ASSIGNED TASK:
Going down the data below, set down exactly the line with "mix decided on." and each line after it through the line with "that keep them"; no other lines.

EXERCISE MATERIALS:
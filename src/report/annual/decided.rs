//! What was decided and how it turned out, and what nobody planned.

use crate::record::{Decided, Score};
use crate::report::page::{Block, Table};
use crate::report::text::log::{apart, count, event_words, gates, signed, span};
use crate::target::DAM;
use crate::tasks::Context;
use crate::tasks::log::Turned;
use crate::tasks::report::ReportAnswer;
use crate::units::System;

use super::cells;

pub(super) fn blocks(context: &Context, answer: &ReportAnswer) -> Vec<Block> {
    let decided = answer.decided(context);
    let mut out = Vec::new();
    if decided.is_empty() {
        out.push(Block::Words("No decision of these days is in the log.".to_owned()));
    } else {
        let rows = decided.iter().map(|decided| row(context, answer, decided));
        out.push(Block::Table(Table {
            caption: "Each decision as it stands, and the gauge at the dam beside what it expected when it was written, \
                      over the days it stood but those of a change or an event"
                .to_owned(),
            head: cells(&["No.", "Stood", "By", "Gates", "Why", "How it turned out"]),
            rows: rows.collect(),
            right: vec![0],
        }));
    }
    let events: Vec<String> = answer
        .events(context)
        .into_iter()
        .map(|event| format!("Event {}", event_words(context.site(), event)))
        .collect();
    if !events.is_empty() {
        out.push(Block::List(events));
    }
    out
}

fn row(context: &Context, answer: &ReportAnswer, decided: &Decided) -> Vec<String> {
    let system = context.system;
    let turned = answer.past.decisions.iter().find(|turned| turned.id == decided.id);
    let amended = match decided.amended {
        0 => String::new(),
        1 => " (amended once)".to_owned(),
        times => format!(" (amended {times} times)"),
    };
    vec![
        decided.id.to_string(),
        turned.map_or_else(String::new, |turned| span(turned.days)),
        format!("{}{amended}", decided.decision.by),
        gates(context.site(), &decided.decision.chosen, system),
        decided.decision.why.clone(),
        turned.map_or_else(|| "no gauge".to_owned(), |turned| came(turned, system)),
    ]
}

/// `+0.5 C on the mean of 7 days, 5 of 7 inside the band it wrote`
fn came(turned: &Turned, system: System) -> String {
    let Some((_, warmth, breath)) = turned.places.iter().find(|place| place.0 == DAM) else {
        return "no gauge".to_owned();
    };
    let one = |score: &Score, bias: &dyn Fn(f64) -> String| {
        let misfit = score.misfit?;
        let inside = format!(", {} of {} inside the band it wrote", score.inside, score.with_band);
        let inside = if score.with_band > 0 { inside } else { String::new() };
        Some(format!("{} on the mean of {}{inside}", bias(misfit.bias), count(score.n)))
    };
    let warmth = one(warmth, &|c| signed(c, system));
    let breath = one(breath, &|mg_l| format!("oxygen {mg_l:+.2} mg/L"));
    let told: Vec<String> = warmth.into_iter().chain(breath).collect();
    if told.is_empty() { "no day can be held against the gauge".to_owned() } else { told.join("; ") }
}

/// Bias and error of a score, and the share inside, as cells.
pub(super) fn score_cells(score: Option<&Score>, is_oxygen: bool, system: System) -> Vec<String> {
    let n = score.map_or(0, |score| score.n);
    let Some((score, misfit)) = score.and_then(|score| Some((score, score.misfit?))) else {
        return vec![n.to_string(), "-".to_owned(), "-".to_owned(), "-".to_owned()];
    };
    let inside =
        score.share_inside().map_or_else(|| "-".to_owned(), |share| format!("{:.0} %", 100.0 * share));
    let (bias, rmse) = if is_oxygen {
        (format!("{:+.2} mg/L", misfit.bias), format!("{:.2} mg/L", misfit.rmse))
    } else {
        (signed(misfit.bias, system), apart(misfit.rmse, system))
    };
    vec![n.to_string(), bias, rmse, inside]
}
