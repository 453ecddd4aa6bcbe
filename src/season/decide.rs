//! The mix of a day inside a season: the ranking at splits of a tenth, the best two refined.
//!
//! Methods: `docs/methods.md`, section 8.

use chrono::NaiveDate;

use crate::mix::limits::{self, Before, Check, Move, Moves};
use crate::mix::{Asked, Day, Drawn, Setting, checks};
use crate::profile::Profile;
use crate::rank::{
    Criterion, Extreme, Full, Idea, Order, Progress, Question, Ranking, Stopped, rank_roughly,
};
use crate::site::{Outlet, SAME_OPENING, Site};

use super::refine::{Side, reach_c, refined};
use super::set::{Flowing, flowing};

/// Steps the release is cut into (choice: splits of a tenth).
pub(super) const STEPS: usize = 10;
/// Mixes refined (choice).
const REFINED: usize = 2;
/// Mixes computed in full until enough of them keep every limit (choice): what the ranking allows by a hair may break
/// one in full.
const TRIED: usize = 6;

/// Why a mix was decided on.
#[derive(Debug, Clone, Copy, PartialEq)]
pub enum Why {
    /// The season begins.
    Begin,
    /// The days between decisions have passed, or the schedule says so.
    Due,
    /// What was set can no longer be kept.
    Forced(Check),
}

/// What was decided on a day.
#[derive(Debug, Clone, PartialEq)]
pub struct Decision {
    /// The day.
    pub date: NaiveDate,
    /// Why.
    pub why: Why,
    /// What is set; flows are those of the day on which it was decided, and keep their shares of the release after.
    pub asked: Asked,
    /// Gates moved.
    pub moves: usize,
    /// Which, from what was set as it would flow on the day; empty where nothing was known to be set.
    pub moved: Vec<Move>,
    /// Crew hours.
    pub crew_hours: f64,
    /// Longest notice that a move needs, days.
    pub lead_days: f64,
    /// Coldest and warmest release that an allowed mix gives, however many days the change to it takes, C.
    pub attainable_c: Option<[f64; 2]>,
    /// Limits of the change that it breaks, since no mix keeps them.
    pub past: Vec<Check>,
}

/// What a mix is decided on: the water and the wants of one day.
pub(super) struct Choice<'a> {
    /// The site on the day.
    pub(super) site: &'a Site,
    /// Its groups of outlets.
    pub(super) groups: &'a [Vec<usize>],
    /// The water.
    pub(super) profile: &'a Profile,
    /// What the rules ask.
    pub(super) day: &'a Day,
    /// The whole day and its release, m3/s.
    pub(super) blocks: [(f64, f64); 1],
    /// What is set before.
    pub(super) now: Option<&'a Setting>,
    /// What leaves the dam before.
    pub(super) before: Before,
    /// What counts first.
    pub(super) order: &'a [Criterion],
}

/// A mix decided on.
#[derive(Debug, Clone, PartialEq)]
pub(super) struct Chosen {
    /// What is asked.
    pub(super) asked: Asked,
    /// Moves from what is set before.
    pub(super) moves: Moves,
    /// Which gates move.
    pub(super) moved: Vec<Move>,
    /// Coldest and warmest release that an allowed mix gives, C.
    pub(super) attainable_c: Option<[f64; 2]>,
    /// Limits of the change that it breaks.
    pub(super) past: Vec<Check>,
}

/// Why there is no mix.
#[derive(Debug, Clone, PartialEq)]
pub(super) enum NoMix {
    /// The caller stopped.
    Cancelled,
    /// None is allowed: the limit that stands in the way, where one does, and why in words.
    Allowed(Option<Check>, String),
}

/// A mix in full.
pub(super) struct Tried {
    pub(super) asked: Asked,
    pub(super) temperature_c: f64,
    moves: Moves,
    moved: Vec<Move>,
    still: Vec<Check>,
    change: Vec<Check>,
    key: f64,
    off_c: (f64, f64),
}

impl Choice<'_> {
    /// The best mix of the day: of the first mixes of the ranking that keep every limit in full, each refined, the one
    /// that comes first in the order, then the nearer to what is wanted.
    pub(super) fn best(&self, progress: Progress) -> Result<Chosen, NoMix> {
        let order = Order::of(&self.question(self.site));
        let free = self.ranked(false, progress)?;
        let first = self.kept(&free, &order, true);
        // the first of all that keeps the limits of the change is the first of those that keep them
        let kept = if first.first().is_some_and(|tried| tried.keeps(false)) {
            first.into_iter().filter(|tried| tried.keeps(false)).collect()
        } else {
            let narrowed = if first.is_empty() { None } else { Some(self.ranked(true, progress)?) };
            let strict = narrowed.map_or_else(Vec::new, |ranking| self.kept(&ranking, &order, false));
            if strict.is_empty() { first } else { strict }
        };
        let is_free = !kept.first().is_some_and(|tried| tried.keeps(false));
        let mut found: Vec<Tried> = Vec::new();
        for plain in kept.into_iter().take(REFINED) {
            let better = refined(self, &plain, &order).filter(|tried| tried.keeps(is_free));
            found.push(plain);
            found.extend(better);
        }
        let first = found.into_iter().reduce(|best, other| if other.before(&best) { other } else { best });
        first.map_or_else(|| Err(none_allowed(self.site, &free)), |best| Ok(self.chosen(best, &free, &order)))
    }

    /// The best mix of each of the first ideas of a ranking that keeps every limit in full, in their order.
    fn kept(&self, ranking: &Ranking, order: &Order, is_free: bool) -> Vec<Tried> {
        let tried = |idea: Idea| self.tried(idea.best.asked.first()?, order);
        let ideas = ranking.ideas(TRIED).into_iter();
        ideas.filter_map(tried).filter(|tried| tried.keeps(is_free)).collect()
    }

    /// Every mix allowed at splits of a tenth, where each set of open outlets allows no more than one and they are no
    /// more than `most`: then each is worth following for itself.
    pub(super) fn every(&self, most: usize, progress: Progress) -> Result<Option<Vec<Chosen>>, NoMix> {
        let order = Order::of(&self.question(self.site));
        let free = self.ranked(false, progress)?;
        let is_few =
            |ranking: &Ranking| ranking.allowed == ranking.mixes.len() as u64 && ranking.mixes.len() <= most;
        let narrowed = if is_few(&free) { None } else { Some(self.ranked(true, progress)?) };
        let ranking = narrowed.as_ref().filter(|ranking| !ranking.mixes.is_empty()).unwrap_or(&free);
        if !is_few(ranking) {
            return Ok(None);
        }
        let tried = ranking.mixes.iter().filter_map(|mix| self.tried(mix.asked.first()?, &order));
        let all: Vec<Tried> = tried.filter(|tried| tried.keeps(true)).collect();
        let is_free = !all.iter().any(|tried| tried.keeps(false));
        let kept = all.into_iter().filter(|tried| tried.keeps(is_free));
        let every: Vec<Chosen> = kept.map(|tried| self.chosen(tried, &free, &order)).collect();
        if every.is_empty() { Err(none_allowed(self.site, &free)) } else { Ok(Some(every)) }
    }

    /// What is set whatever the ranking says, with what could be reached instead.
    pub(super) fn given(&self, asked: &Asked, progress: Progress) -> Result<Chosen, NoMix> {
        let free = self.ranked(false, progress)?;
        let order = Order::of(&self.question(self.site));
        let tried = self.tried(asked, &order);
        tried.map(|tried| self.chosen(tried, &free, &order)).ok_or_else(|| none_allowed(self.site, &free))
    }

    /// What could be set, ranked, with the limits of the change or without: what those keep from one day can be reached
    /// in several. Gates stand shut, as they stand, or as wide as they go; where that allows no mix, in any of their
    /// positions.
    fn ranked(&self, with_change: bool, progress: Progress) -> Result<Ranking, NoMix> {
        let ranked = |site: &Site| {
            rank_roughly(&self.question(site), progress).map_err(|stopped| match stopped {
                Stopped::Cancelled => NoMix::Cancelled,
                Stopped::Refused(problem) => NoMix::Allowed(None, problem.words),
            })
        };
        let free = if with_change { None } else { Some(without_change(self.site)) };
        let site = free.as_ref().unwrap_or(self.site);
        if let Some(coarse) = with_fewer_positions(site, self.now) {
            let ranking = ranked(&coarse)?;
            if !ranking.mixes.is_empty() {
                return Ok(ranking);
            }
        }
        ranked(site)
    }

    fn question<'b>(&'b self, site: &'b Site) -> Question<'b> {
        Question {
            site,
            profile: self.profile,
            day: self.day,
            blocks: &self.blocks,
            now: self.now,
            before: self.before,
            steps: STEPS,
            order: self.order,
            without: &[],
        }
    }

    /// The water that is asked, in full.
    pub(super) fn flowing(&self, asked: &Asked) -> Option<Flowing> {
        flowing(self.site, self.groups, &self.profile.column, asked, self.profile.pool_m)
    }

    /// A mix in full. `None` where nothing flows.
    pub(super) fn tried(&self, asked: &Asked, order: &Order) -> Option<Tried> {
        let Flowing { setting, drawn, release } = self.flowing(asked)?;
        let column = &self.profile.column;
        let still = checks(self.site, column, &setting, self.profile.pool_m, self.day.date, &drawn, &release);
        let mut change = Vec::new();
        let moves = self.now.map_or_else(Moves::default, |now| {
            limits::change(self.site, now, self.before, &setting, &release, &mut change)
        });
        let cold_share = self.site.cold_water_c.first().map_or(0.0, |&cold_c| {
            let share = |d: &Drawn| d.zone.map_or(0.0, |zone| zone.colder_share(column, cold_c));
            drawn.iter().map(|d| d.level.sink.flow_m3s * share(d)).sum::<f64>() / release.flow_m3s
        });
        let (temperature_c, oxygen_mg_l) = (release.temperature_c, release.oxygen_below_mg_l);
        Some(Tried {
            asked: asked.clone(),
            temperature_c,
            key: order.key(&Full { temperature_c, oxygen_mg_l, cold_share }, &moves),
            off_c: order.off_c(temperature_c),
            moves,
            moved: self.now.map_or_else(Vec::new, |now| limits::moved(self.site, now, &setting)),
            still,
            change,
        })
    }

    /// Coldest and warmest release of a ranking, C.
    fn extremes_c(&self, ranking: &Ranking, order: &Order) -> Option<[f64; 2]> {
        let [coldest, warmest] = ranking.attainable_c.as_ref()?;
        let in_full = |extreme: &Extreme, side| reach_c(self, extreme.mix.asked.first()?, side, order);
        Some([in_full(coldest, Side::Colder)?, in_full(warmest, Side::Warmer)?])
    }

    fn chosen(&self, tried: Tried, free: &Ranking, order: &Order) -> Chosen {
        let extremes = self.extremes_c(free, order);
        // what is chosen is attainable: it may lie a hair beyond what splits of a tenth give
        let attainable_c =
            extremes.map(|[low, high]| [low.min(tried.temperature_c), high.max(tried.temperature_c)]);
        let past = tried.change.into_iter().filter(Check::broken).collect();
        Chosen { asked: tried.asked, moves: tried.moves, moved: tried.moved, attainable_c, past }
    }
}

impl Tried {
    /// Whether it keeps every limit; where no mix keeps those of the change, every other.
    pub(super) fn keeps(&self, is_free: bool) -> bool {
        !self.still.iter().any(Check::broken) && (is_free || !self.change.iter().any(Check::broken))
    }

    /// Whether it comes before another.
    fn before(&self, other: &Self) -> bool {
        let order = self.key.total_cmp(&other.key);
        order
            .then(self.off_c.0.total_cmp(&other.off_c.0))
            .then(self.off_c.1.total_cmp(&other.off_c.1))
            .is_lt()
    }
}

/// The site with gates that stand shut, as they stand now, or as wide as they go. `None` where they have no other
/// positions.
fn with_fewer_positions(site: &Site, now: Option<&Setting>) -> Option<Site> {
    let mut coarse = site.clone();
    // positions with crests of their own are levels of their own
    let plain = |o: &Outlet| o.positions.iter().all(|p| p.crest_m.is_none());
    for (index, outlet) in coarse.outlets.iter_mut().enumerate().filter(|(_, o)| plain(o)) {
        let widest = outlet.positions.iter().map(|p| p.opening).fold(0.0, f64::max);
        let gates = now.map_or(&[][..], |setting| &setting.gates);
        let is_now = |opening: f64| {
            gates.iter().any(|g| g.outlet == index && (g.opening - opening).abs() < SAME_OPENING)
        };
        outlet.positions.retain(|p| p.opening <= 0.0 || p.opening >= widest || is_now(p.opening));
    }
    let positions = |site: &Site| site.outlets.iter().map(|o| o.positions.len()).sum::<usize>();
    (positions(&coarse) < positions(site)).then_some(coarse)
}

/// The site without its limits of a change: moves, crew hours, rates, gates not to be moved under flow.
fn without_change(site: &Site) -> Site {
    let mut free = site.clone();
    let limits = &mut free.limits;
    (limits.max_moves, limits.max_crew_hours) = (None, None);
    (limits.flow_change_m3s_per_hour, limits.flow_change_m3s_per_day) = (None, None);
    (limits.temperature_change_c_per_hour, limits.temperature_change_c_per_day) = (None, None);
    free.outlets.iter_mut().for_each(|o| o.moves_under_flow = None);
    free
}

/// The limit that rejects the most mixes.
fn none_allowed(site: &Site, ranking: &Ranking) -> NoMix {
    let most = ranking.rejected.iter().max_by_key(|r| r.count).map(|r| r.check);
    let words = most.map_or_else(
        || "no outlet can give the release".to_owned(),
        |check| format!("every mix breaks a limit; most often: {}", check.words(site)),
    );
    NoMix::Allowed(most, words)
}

SOLUTION BELOW:
/// A mix decided on.
#[derive(Debug, Clone, PartialEq)]
pub(super) struct Chosen {
    /// What is asked.
    pub(super) asked: Asked,
    /// Moves from what is set before.
    pub(super) moves: Moves,
    /// Which gates move.
    pub(super) moved: Vec<Move>,
    /// Coldest and warmest release that an allowed mix gives, C.
    pub(super) attainable_c: Option<[f64; 2]>,
    /// Limits of the change that it breaks.
    pub(super) past: Vec<Check>,
}

/// Why there is no mix.
#[derive(Debug, Clone, PartialEq)]
pub(super) enum NoMix {
    /// The caller stopped.
    Cancelled,
    /// None is allowed: the limit that stands in the way, where one does, and why in words.
    Allowed(Option<Check>, String),
}

/// A mix in full.
pub(super) struct Tried {
    pub(super) asked: Asked,
    pub(super) temperature_c: f64,
    moves: Moves,
    moved: Vec<Move>,
    still: Vec<Check>,
    change: Vec<Check>,
    key: f64,
    off_c: (f64, f64),
}

impl Choice<'_> {
    /// The best mix of the day: of the first mixes of the ranking that keep every limit in full, each refined, the one
    /// that comes first in the order, then the nearer to what is wanted.
    pub(super) fn best(&self, progress: Progress) -> Result<Chosen, NoMix> {
        let order = Order::of(&self.question(self.site));
        let free = self.ranked(false, progress)?;
        let first = self.kept(&free, &order, true);
        // the first of all that keeps the limits of the change is the first of those that keep them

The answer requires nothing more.